Jika rokok-rokok tersebut diproduki secara illegal, karena tanpa dicantumkan nama perusahaan (PT) yang memproduksinya, pemerintah harus menyatakan resmi dilarang, jadi tidak menyesatkan bagi pedagang-pedagang kecil yang membeli dan menjualnya?.

Munculnya rokok-rokok tanpa bandrol (tanpa mencantumkan harga pada bungkusnya), sejak meningkatnya (melonjak) harga rokok resmi seperti Surya dijual secara umum Rp.28.000,-/bungkus dengan isi 16 batang, Dunhill bungkus hitam Rp.26.000,-/bungkus isi 16 batang dan sejumlah rokok resmi lainnya.

Sementara rokok tanpa bandrol itu, hanya dibawah Rp12.000,-/ bungkus, para pembeli mengatakan dengan istilah ‘’murah meriah’’ dan mudah didapatkan diwarung-warung dipinggiran kota sampai kepedasaan.

Dan para agennya melakukan kegiatan keliling menawarkan pada pemilik warung dengan harga rata-rata Rp.6000,-s/d Rp. 7000,-/ bungkus, dan harganya terjangkau para perokok ekonomi menengah kebawah.

Sudah selama 8 bulan s/d 12 bulan jenis rokok (merk) rokok-rokok tersebut beredar, baik di Propinsi Bengkulu, Jambi dan daerah-daerah lainnya, tak mungkin aparat pemerintah tidak tahu sama sekali?

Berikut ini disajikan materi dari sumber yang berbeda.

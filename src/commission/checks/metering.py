"""Checks on the diverter's own measurement: its metering against a reference instrument,
the clamp's rating, where its voltage is sensed, and what it does when the measurement is
lost. The numbers come from :mod:`commission.physics.metering`."""

from __future__ import annotations

import math

from ..units import format_number as f
from .decision import GUARDED, SRC_DECISION, decide_upper, rule_of, two_significant
from .registry import (
    FAIL,
    PASS,
    REVIEW,
    Context,
    Expected,
    Input,
    Measured,
    Outcome,
    Param,
    check,
    worst,
)

SRC_METER = ("IEC 62053-21 Ed.1 (2003) class 1/2 error limits as a field guide (from memory); "
             "gain, offset and channel phase error by weighted least squares; reference "
             "instrument's uncertainty combined (GUM 5.1.2)")

POINTS = ("p1", "p2", "p3", "p4")


def _resolution_w(ctx: Context, name: str | None) -> float:
    """Value of the last digit the installer copied from the diverter's display [W]."""
    from ..physics.uncertainty import resolution_of_typed_number
    from ..units import convert

    typed = ctx.extra.get("own_typed") if name is None else ctx.input_typed(name)
    if typed is None:
        return 1.0
    raw, unit = typed
    try:
        res = resolution_of_typed_number(raw)
    except ValueError:
        return 1.0
    return abs(convert(res, unit or "W", "W", "power"))


@check(
    "metering_accuracy",
    summary="the diverter's grid power against a reference instrument (gain, offset, phase)",
    source=SRC_METER,
    kinds=("reading",),
    quantities=("power",),
    inputs={
        "p1_reference": Input("reference power at point 1 (power reading)"),
        "p1_shown": Input("diverter's displayed power at point 1"),
        "p2_reference": Input("reference power at point 2"),
        "p2_shown": Input("diverter's displayed power at point 2"),
        "p3_reference": Input("reference power at point 3"),
        "p4_reference": Input("reference power at a power factor below 0.9", required=False),
        "p4_power_factor": Input("the reference's displacement power factor at point 4",
                                 required=False),
        "p4_shown": Input("diverter's displayed power at point 4", required=False),
        "supply_voltage": Input("supply voltage (reading)", required=False),
    },
    params={
        "accuracy_class": Param("2", None, "IEC 62053-21 (from memory)", "1 or 2"),
        "basic_current_a": Param(10.0, "A", "IEC 62053-21 Ib of a direct meter (from memory)",
                                 "basic current Ib the class limits are stated against"),
        "decision_rule": Param(GUARDED, None, SRC_DECISION, "'guarded' or 'simple'"),
        "phases": Param(1, None, "the supply", "3 when the powers are totals of three phases "
                        "(the current per phase is then a third)"),
    },
)
def metering_accuracy(ctx: Context) -> Outcome:
    """Sits on point 3's displayed power; points 1–3 near unity power factor, point 4 (if the
    site has one) at a power factor below 0.9, which measures the channel phase error."""
    judged = judge_metering(ctx)
    return Outcome(judged.verdict, judged.reason, judged.source, judged.measured,
                   judged.expected)


class MeteringJudgement:
    """Figures and words of the metering check (the record's chart reads the points)."""

    def __init__(self, verdict: str, reason: str, source: str, measured: Measured,
                 expected: Expected | None, points: list[dict], fit) -> None:
        self.verdict, self.reason, self.source = verdict, reason, source
        self.measured, self.expected, self.points, self.fit = measured, expected, points, fit


def judge_metering(ctx: Context) -> MeteringJudgement:
    from ..physics import metering as mt
    from ..physics.uncertainty import combined_standard_uncertainty

    names = [("p1", 1.0), ("p2", 1.0), ("p3", 1.0)]
    if ctx.has("p4_reference") and ctx.has("p4_shown") and ctx.has("p4_power_factor"):
        pf4 = float(ctx.input("p4_power_factor"))
        pf4 = pf4 / 100.0 if pf4 > 1.0 else pf4  # "60 %" is stored as 60 on a ratio item
        names.append(("p4", pf4))
    rule = rule_of(ctx)
    cls = str(ctx.param("accuracy_class")).strip()
    ib = float(ctx.param("basic_current_a"))
    volts = float(ctx.input("supply_voltage")) if ctx.has("supply_voltage") else 230.0
    points = []
    stated = True
    for name, pf in names:
        ref = float(ctx.input(f"{name}_reference"))
        shown = float(ctx.value) if name == "p3" else float(ctx.input(f"{name}_shown"))
        big_u = ctx.input_uncertainty(f"{name}_reference")
        stated = stated and big_u is not None
        res = _resolution_w(ctx, f"{name}_shown" if name != "p3" else None)
        u = combined_standard_uncertainty(0.0 if big_u is None else big_u / 2.0,
                                          res / math.sqrt(12.0))
        points.append({"name": name, "reference_w": ref, "shown_w": shown, "power_factor": pf,
                       "u_w": u})
    fit = mt.fit_metering([p["reference_w"] for p in points],
                          mt.reactive_power_var([p["reference_w"] for p in points],
                                                [p["power_factor"] for p in points]),
                          [p["shown_w"] for p in points], [p["u_w"] for p in points])
    verdicts, notes = [], []
    for p in points:
        ref = p["reference_w"]
        if ref == 0:
            notes.append(f"{p['name']}: zero reference power, not judged")
            continue
        phases = max(1, int(float(ctx.param("phases"))))
        current = abs(ref) / (phases * volts * p["power_factor"])
        limit = mt.class_limit_pct(cls, current / ib, p["power_factor"])
        err = mt.point_error_pct(ref, p["shown_w"])
        p["error_pct"] = err
        if limit is None:
            notes.append(f"{p['name']} ({f(round(ref))} W): below the class's lowest current, "
                         "not judged")
            continue
        u_pct = 2.0 * p["u_w"] / abs(ref) * 100.0 if stated else None
        d = decide_upper(abs(err), u_pct, "%", accept=limit, rule=rule)
        p["limit_pct"] = limit
        verdicts.append(d.verdict)
        if d.verdict != PASS:
            notes.append(f"{p['name']} ({f(round(ref))} W) reads {err:+.1f} % against "
                         f"±{f(limit)} % (class {cls})" + d.tail())
    verdict = worst(*verdicts) if verdicts else REVIEW
    if not verdicts:
        notes.append("no point is large enough to judge against the class: add a larger load")
    advice = _advice(fit)
    if verdict == PASS:
        head = f"every judged point within class {cls}"
    else:
        head = "; ".join(n for n in notes if "not judged" not in n) or "not judged"
    rest = [n for n in notes if "not judged" in n or verdict == PASS]
    if not stated:
        rest.append("no uncertainty applied: the reference instrument states no accuracy")
    reason = "; ".join([head, advice, *rest])
    gain_limit = mt.class_limit_pct(cls, 1.0, 1.0)
    source = f"{SRC_METER}; {SRC_DECISION}" if stated and rule == GUARDED else SRC_METER
    return MeteringJudgement(verdict, reason, source,
                             Measured(round(fit.gain_error * 100, 2), "% gain error"),
                             Expected("%", min=-gain_limit, max=gain_limit), points, fit)


def _signed(x: float) -> str:
    text = f"{x:+.0f}"
    return "0" if text in ("+0", "-0") else text


def _advice(fit) -> str:
    """What to correct, in the installer's words."""
    g, ug = fit.gain_error, fit.gain_error_u
    parts = []
    if abs(g) > 2 * ug and abs(g) >= 0.005:
        word = "high" if g > 0 else "low"
        parts.append(f"gain reads {abs(g) * 100:.1f} % {word} (U {two_significant(2 * ug * 100)}"
                     f" %): multiply the calibration by {fit.calibration_factor:.3f}")
    else:
        parts.append(f"gain error {g * 100:+.1f} % (U {two_significant(2 * ug * 100)} %)")
    b, ub = fit.offset_w, fit.offset_u_w
    if abs(b) > 2 * ub and abs(b) >= 5:
        parts.append(f"offset {_signed(b)} W (U {two_significant(2 * ub)} W): correct the zero "
                     f"by {_signed(-b)} W")
    else:
        parts.append(f"offset {_signed(b)} W (U {two_significant(2 * ub)} W)")
    if fit.phase_error_deg is None:
        parts.append("phase error not measured (no point below power factor 0.9)")
    else:
        d, ud = fit.phase_error_deg, fit.phase_error_u_deg
        lag = "lags" if d > 0 else "leads"
        if abs(d) > 2 * ud and abs(d) >= 0.3:
            parts.append(f"the current channel {lag} the voltage channel by {abs(d):.1f}° "
                         f"(U {two_significant(2 * ud)}°): inductive loads read "
                         f"{'low' if d > 0 else 'high'}; correct the phase calibration")
        else:
            parts.append(f"phase error {d:+.1f}° (U {two_significant(2 * ud)}°)")
    return "; ".join(parts)


SRC_CLAMP_RATING = ("the clamp maker's rated current; a current transformer driven beyond it "
                    "saturates and distorts (common practice)")


@check(
    "clamp_rating",
    summary="clamp rated for the supply's maximum current",
    source=SRC_CLAMP_RATING,
    quantities=("current",),
    inputs={"supply_max": Input("the supply's maximum current: main fuse or breaker rating")},
)
def clamp_rating(ctx: Context) -> Outcome:
    rated = float(ctx.value)
    supply = float(ctx.input("supply_max"))
    expected = Expected("A", min=supply)
    measured = Measured(rated, "A")
    if rated >= supply:
        return Outcome(PASS, f"clamp rated {f(rated)} A ≥ supply maximum {f(supply)} A",
                       SRC_CLAMP_RATING, measured, expected)
    return Outcome(
        FAIL,
        f"clamp rated {f(rated)} A is below the supply's {f(supply)} A: above {f(rated)} A it "
        "saturates and the diverter misreads the grid; fit a clamp rated for the supply",
        SRC_CLAMP_RATING, measured, expected,
    )


SRC_VREF = ("load-side RMS of phase-angle control U·√(P/P0) (Rashid, AC voltage controllers, "
            "from memory) against the supply-side drop d ≈ P·R/U² (CHECKS.md); bands our "
            "default")


@check(
    "voltage_reference_side",
    summary="the diverter senses voltage on the supply side of the triac",
    source=SRC_VREF,
    quantities=("voltage",),
    inputs={"at_zero": Input("the diverter's displayed voltage with its output off")},
    params={
        "pass_drop_pct": Param(3.0, "%", SRC_VREF, "a fall up to this is the supply's own drop"),
        "fail_drop_pct": Param(10.0, "%", SRC_VREF,
                               "a fall beyond this means the voltage is sensed after the triac"),
    },
)
def voltage_reference_side(ctx: Context) -> Outcome:
    """Sits on the displayed voltage at 50 % forced output. Sensed after the triac, a
    phase-angle controller at half power shows about U·√0.5, 29 % low."""
    at_half = float(ctx.value)
    at_zero = float(ctx.input("at_zero"))
    if at_zero <= 0:
        raise ValueError("the voltage with the output off must be positive")
    drop = 100.0 * (at_zero - at_half) / at_zero
    lo, hi = float(ctx.param("pass_drop_pct")), float(ctx.param("fail_drop_pct"))
    measured = Measured(round(drop, 2), "% fall at 50 % output")
    expected = Expected("%", max=lo)
    text = f"{f(at_zero)} V with the output off, {f(at_half)} V at 50 %: a fall of {drop:.1f} %"
    if drop <= lo:
        return Outcome(PASS, f"{text}, the supply's own drop: sensed on the supply side",
                       SRC_VREF, measured, expected)
    if drop >= hi:
        return Outcome(
            FAIL,
            f"{text}: the voltage is sensed after the triac, so the diverter's power "
            "reading is wrong at part output; move the voltage reference to the supply side "
            "(the maker's wiring diagram)",
            SRC_VREF, measured, expected,
        )
    return Outcome(REVIEW, f"{text}: more than a supply's drop; check where the voltage "
                   "reference is connected and the loop impedance", SRC_VREF, measured, expected)


SRC_FAILSAFE = ("the diverter maker's stated response to a lost measurement (no published "
                "default exists)")


@check(
    "failsafe_time",
    summary="the element stops (or a fault shows) soon after the clamp is disconnected",
    source=SRC_FAILSAFE,
    quantities=("time",),
    inputs={"maker_time": Input("the maker's stated time (from the manual)", required=False)},
)
def failsafe_time(ctx: Context) -> Outcome:
    measured_s = float(ctx.value)
    measured = Measured(round(measured_s, 3), "s")
    if not ctx.has("maker_time"):
        return Outcome(
            REVIEW,
            f"the element stopped {f(measured_s)} s after the clamp was disconnected; there is "
            "no published default, so type the maker's stated time to judge it",
            SRC_FAILSAFE, measured, None,
        )
    limit = float(ctx.input("maker_time"))
    expected = Expected("s", max=limit)
    if measured_s <= limit:
        return Outcome(PASS, f"stopped after {f(measured_s)} s, within the maker's "
                       f"{f(limit)} s", SRC_FAILSAFE, measured, expected)
    return Outcome(
        FAIL,
        f"stopped only after {f(measured_s)} s, slower than the maker's {f(limit)} s: the "
        "diverter keeps heating from the grid when its measurement is lost; check the "
        "firmware and its settings, or ask the maker",
        SRC_FAILSAFE, measured, expected,
    )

Ada dugaan ‘’terjadinya pembiaran?’’.

Upaya serius yang dilakukan Bea dan Cukai Propinsi Jambi, dalam acara Sosialisasi di Cafee Zam-Zm Siulak, Kabupaten Kerinci, Jambi, Kamis (29/9/2022) lalu dan dihadiri pejabat terkait antar dinas dan instansi dipemerintahan, telah menjelaskan supaya masyarakat peduli, karena akan dilakukan razia, ‘’jangan sampai terjadi hal-hal yang tidak diinginkan ditengah masyarakat’’

Himbauan dan permintaan itu terus kita sebarkan melalui media online dan lainnya sebagai peringatan pada masyarakat luas. Dan tidak tertutup kemungkinan para penjual (pelaku produksi), ‘’tidak membayar dana bagi hasil cukai hasil Tembakau’’ (DBH – CHT)?.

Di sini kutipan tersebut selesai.